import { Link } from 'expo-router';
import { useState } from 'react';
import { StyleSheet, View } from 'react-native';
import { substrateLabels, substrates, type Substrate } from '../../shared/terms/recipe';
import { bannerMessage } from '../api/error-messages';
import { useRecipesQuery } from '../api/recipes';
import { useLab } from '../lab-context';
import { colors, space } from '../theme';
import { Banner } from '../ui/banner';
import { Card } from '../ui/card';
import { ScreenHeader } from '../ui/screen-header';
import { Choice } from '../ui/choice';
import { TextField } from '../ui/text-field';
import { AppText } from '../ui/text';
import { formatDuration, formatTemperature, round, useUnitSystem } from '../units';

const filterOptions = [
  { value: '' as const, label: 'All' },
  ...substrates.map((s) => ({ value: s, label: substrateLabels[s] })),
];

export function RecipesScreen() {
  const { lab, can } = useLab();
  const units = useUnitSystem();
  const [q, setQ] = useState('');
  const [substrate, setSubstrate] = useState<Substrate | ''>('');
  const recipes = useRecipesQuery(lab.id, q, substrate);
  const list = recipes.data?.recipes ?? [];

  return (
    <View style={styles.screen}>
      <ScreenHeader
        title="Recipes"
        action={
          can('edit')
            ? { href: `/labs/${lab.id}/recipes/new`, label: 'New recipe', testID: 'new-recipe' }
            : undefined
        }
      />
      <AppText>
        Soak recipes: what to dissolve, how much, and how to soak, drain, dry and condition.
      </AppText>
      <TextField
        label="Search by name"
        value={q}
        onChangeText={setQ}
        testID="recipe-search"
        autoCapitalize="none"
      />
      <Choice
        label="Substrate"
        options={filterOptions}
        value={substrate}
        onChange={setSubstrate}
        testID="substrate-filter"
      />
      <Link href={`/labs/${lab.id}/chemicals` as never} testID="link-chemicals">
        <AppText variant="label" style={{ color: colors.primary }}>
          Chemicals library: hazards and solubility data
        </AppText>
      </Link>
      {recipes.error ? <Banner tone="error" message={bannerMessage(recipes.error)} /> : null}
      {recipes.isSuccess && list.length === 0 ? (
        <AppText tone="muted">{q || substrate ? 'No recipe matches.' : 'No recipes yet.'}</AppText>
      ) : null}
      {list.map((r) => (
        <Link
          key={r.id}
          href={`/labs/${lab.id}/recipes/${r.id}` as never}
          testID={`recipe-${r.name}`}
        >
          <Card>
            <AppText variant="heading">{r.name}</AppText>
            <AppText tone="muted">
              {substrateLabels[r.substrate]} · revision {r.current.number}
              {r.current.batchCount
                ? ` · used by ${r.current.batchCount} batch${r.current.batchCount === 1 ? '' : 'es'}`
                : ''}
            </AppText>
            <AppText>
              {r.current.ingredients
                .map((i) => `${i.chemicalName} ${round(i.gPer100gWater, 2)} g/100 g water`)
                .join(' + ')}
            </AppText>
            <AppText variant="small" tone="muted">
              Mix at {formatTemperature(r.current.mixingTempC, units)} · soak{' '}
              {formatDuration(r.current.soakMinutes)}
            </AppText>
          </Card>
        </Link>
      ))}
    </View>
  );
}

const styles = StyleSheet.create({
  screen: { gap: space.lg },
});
+--
- _Exercise brief_: Restate the records above word for word.

- _Answer for this exercise_:
import { Link } from 'expo-router';
import { useState } from 'react';
import { StyleSheet, View } from 'react-native';
import { substrateLabels, substrates, type Substrate } from '../../shared/terms/recipe';
import { bannerMessage } from '../api/error-messages';
import { useRecipesQuery } from '../api/recipes';
import { useLab } from '../lab-context';
import { colors, space } from '../theme';
import { Banner } from '../ui/banner';
import { Card } from '../ui/card';
import { ScreenHeader } from '../ui/screen-header';
import { Choice } from '../ui/choice';
import { TextField } from '../ui/text-field';
import { AppText } from '../ui/text';
import { formatDuration, formatTemperature, round, useUnitSystem } from '../units';

const filterOptions = [
  { value: '' as const, label: 'All' },
  ...substrates.map((s) => ({ value: s, label: substrateLabels[s] })),
];

export function RecipesScreen() {
  const { lab, can } = useLab();
  const units = useUnitSystem();
  const [q, setQ] = useState('');
  const [substrate, setSubstrate] = useState<Substrate | ''>('');
  const recipes = useRecipesQuery(lab.id, q, substrate);
  const list = recipes.data?.recipes ?? [];

  return (
    <View style={styles.screen}>
      <ScreenHeader
        title="Recipes"
        action={
          can('edit')
            ? { href: `/labs/${lab.id}/recipes/new`, label: 'New recipe', testID: 'new-recipe' }
            : undefined
        }
      />
      <AppText>
        Soak recipes: what to dissolve, how much, and how to soak, drain, dry and condition.
      </AppText>
      <TextField
        label="Search by name"
        value={q}
        onChangeText={setQ}
        testID="recipe-search"
        autoCapitalize="none"
      />
      <Choice
        label="Substrate"
        options={filterOptions}
        value={substrate}
        onChange={setSubstrate}
        testID="substrate-filter"
      />
      <Link href={`/labs/${lab.id}/chemicals` as never} testID="link-chemicals">
        <AppText variant="label" style={{ color: colors.primary }}>
          Chemicals library: hazards and solubility data
        </AppText>
      </Link>
      {recipes.error ? <Banner tone="error" message={bannerMessage(recipes.error)} /> : null}
      {recipes.isSuccess && list.length === 0 ? (
        <AppText tone="muted">{q || substrate ? 'No recipe matches.' : 'No recipes yet.'}</AppText>
      ) : null}
      {list.map((r) => (
        <Link
          key={r.id}
          href={`/labs/${lab.id}/recipes/${r.id}` as never}
          testID={`recipe-${r.name}`}
        >
          <Card>
            <AppText variant="heading">{r.name}</AppText>
            <AppText tone="muted">
              {substrateLabels[r.substrate]} · revision {r.current.number}
              {r.current.batchCount
                ? ` · used by ${r.current.batchCount} batch${r.current.batchCount === 1 ? '' : 'es'}`
                : ''}
            </AppText>
            <AppText>
              {r.current.ingredients
                .map((i) => `${i.chemicalName} ${round(i.gPer100gWater, 2)} g/100 g water`)
                .join(' + ')}
            </AppText>
            <AppText variant="small" tone="muted">
              Mix at {formatTemperature(r.current.mixingTempC, units)} · soak{' '}
              {formatDuration(r.current.soakMinutes)}
            </AppText>
          </Card>
        </Link>
      ))}
    </View>
  );
}

const styles = StyleSheet.create({
  screen: { gap: space.lg },
});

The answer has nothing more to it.